For the last decade, the prevailing wisdom has been that advances in Artificial Intelligence will lead to large-scale automation and as a result many jobs will be lost and entire professions are at risk of becoming irrelevant.
I think there is quite a bit more to consider than the above suggests.
Different Types of Automation using AI
I can think of at least three different types of automation made possible by AI:
1. Augmenting the abilities of specialists
AI-driven tools can be very valuable to experts. These tools can: automate repetitive tasks; act virtual assistants or achieve outcomes that were previously prohibitively expensive or complicated.
Github Copilot is a great example of both a virtual assistant and the automation of repetitive tasks: it can help software engineers produce code faster but the responsibility of ensuring that code works as intended is ultimately up to the human using the tool.
AlphaFold, RoseTTAFold and similar models can be used to predict protein structure. Other methods for determining protein structure, such as X-ray Crystallography, are expensive and time-consuming.
This type of automation doesn’t make experts redundant it makes them more effective.
2. Empowering the layperson
Here AI is used to provide tools to allow the layperson to do things that were previously beyond their ability: translate text (Google Translate), write code (ChatGPT), generate images (Stable Diffusion, Midjourney, DALL-E 2 etc).
These tools are transformative in many ways. It can feel magical to behold the output of an algorithm that looks like something an expert made, especially in the early stages of experimenting with a new tool.
Are these outputs fit-for-purpose in such a way that will render the experts who previously produced them redundant? This depends on the intended purpose. When trying out a new tool there often isn’t an explicit application so it is easy to forget that producing something is not quite the same as producing something for a specific purpose.
Translation
Consider translation: translating from one language to another is something that previously required a deep understanding of both languages and of the nuances of the text being translated. It was (relatively) expensive. As a result, only certain types of texts were translated. These would be texts where translation was either necessary or economically viable. In both cases a high standard of translation is required because the costs of a poor translation may are undesirable.
While I don’t have any data to back this up what I expect is that if you could plot the total number of documents (or number of words) translated each year you’d see an increase of many orders of magnitude in the years since the introduction of Google Translate when compared to the years prior. However, if you could see two different groups for this plot: documents (or words) translated by humans and by algorithms that the previously noted increase would almost entirely be made up by algorithmic translation and that there would little, if any, decrease in human translation.
This should be expected. For the types of texts where it was important (specifically where the cost of human translation is low relative to the risks or profits at stake) to have high quality translations that humans are still the preferred translators.

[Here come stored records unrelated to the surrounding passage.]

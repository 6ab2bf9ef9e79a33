"""How the fixture sets di/dt: the bench file's ``fixture.gate_drive`` block.

A test point that asks for a di/dt (``didt: 800 A/us`` in the sequence) needs a fixture that
can set it. The commutation rate at the diode is the rate at which the switch under test turns
on, and that is set by its gate drive: the turn-on gate resistance and the drive voltage. The
block declares which of the two the runner may change and gives the nominal values of the
switch model the runner starts from (:class:`benchrun.runner.didt.DidtModel`,
di/dt = k·(Vdrive − Vth − I/(2·gm))/Rg with k = gm/Ciss)::

    fixture:
      gate_drive:
        # switchable turn-on gate resistors (the pulse generator selects one)
        resistors: [4.7 ohm, 6.8 ohm, 10 ohm, 15 ohm, 22 ohm, 33 ohm]
        drive_voltage: 15 V          # fixed turn-on drive
        threshold_voltage: 4 V       # nominal values of the switch, for the model
        transconductance: 12 S
        input_capacitance: 10 nF

or a drive voltage the pulse generator sets within a range, through one resistor::

      gate_drive:
        resistors: [10 ohm]
        drive_voltage_range: [10 V, 18 V]
        threshold_voltage: 4 V
        transconductance: 12 S
        input_capacitance: 10 nF

The nominal values only seed the model: the runner measures di/dt on trim shots and corrects
the model from them before any graded shot (:mod:`benchrun.runner.didt_trim`).
"""

from __future__ import annotations

from pydantic import Field, model_validator

from benchrun.config.loader import Capacitance, Resistance, StrictModel, Voltage, quantity

Conductance = quantity("conductance")


class GateDriveSpec(StrictModel):
    """Means of setting di/dt (module docstring). All values nominal."""

    resistors: list[Resistance] = Field(min_length=1, max_length=32)
    drive_voltage: Voltage | None = Field(default=None, gt=0)
    drive_voltage_range: tuple[Voltage, Voltage] | None = None
    #: instrument that sets the drive voltage (only the pulse generator is supported)
    drive_set_by: str = "pulse"
    threshold_voltage: Voltage = Field(gt=0)
    transconductance: Conductance = Field(gt=0)
    input_capacitance: Capacitance = Field(gt=0)

    @model_validator(mode="after")
    def _one_way(self) -> GateDriveSpec:
        if any(r <= 0 for r in self.resistors):
            raise ValueError("every gate resistor must be positive")
        if len(set(self.resistors)) != len(self.resistors):
            raise ValueError("a gate resistor is listed twice")
        if self.drive_voltage_range is not None:
            low, high = self.drive_voltage_range
            if not 0 < low < high:
                raise ValueError("drive_voltage_range must be [low, high] with 0 < low < high")
            if len(self.resistors) != 1:
                raise ValueError("a drive_voltage_range sets di/dt through one gate resistor: "
                                 "list exactly one in 'resistors'")
            if self.drive_voltage is not None:
                raise ValueError("give 'drive_voltage' (fixed) or 'drive_voltage_range', "
                                 "not both")
            if self.drive_set_by != "pulse":
                raise ValueError("drive_set_by: only 'pulse' (the pulse generator's drive "
                                 "voltage setting) is supported")
            if high <= self.threshold_voltage:
                raise ValueError("the drive voltage range lies below the threshold voltage")
        else:
            if self.drive_voltage is None:
                raise ValueError("give the fixed 'drive_voltage' of the switchable resistors "
                                 "(or a 'drive_voltage_range')")
            if self.drive_voltage <= self.threshold_voltage:
                raise ValueError("drive_voltage must be above threshold_voltage")
        return self

    @property
    def sets_drive_voltage(self) -> bool:
        """True when di/dt is set by the drive voltage (one resistor), else by resistors."""
        return self.drive_voltage_range is not None

    @property
    def model_k(self) -> float:
        """Nominal k = gm/Ciss of the di/dt model, A/(V·s)·Ω."""
        return self.transconductance / self.input_capacitance

    def describe(self) -> str:
        """One line for logs and run.json: how di/dt is set."""
        ohms = ", ".join(f"{r:g}" for r in self.resistors)
        if self.sets_drive_voltage:
            low, high = self.drive_voltage_range  # type: ignore[misc]
            return (f"drive voltage {low:g}..{high:g} V through {ohms} ohm "
                    f"(set by the {self.drive_set_by} instrument)")
        return f"switchable gate resistors {ohms} ohm at {self.drive_voltage:g} V drive"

There are so many types of documents where it doesn’t matter that much if the translation is poor or the nuances are lost. Web pages or user generated text are great examples. It would never be economically viable to have humans translate comments on Instagram but it makes good enough sense to do it on demand using an algorithm. If the output is confusing and mediocre hopefully the user will not be too surprised.

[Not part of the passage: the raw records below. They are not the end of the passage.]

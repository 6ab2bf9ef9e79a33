"""One signed report for a lot tested in several runs on several benches (``benchrun report
RESULTS --lot LOT``) and its verification (``benchrun verify``), which finds every run through
the results store and, for run folders that moved, through ``--runs DIR``.

The shared store is the suite's real throwaway PostgreSQL cluster (tests/pg_fixture.py) where
the point is several benches writing to one server; SQLite where it is not.
"""

from __future__ import annotations

import json
import shutil
import subprocess
import uuid
from pathlib import Path

import pytest
from pdf_checks import fonts_not_embedded, missing_words, overlapping_words, page_words
from report_helpers import PASSPHRASE, make_signer
from test_multibench_ids import bench_file
from test_multibench_outage import Outage
from test_runner_support import write_sequence

from benchrun import cli
from benchrun.config import load_bench, load_sequence
from benchrun.report.sign import read_attachment
from benchrun.runner.execute import RunOptions, run_sequence
from benchrun.runner.simbench import simulated_bench
from benchrun.store.results import ResultsStore
from benchrun.store.rundata import read_manifest

LOT = "LT-0117"


def run_part(folder: Path, devices: str, bench_id: str, db: str, *, name: str,
             repeats: int = 1, **options):
    """One bench tests part of the lot into the shared store ``db``."""
    seq = write_sequence(folder, devices=devices, temperatures="[25 degC]", name=name,
                         repeats=repeats)
    bench = bench_file(folder, bench_id)
    with simulated_bench(load_bench(bench), load_sequence(seq)) as sim:
        outcome = run_sequence(seq, bench, RunOptions(
            out_dir=folder / bench_id, db_url=db, sim_resources=sim.resources,
            clock=sim.clock, ratings_lookup=sim.ratings, show_progress=False, **options))
    assert outcome.status == "complete", outcome.error
    return outcome


def new_schema(cluster) -> tuple[str, str]:
    """A fresh schema on the session cluster: (name, URL with it first on the search path)."""
    if not cluster.test_database:
        cluster.execute("CREATE DATABASE benchrun_test")
        cluster.test_database = "benchrun_test"
    schema = f"l_{uuid.uuid4().hex[:12]}"
    cluster.execute(f"CREATE SCHEMA {schema}", cluster.test_database)
    return schema, f"{cluster.url(cluster.test_database)}?options=-csearch_path%3D{schema}"


def signing_args(folder: Path) -> list[str]:
    files, _signer = make_signer(folder)
    secret = folder / "passphrase.txt"
    secret.write_text(PASSPHRASE + "\n")
    return ["--key", str(files.key_path), "--cert", str(files.cert_path),
            "--passphrase-file", str(secret)]


def cert_of(args: list[str]) -> str:
    return args[args.index("--cert") + 1]


def lot_report(db: str, pdf: Path, sign: list[str], *extra: str) -> dict:
    assert cli.main(["report", db, "--lot", LOT, *sign, "--out", str(pdf), *extra]) == 0
    data = read_attachment(pdf.read_bytes())
    assert data is not None
    return data


def pdf_text(pdf: Path) -> str:
    return subprocess.run(["pdftotext", str(pdf), "-"], capture_output=True, text=True,
                          timeout=60, check=True).stdout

The net effect of machine translation is to make it viable to translate text in new contexts rather than rendering experts redundant.
Photography
Stock photography shares some similarities with generated images. Vast libraries allow you to search for professionally executed photographs, ready to use. The specific mode of interaction with DALL-E 2 et al is slightly different but the general dynamic is similar.
So why haven’t stock libraries rendered professional photographers redundant? And why would we expect similar dynamics for generated images?
Both stock photography and generated images can deliver images that fall within certain criteria. You can get some images out of these tools but in many cases what people need are images of specific things, people or places. If you are a business owner and you want to show your specific goods and services. You wouldn’t use stock imagery of a coffee shop to advertise your coffee shop.
Again we see a similar dynamic to translation: in instances where you would previously have paid for the services of a professional you will likely continue to do so because the outcome is more important. Stock libraries can be fantastic for instances where it wouldn’t necessarily make financial sense to use a professional, such as sprucing up a blog post with some eye-catching imagery.
In many cases I see AI tools growing the pie by making it possible to use previously expensive outputs in new contexts.
3. Full automation that doesn’t require a human at all
AI is used to automate tasks at a level of sophistication that eliminates the need for human participation entirely. Spam filtering and labeling objects in images come to mind as examples.
In many instances this type of automation may be enabling something that was previously unfeasible to do at scale using human labour.
Experts remain valuable
The second category and third category are easily confused and often taken to be the same thing. Just because new tools exist that allow laypeople to do some things previously only accessible to experts doesn’t mean that the experts are no longer required. Far from it: many experts will valuable when the task being done is important in some way.
We should be wary of visions of the future that look merely like anautomated version of today.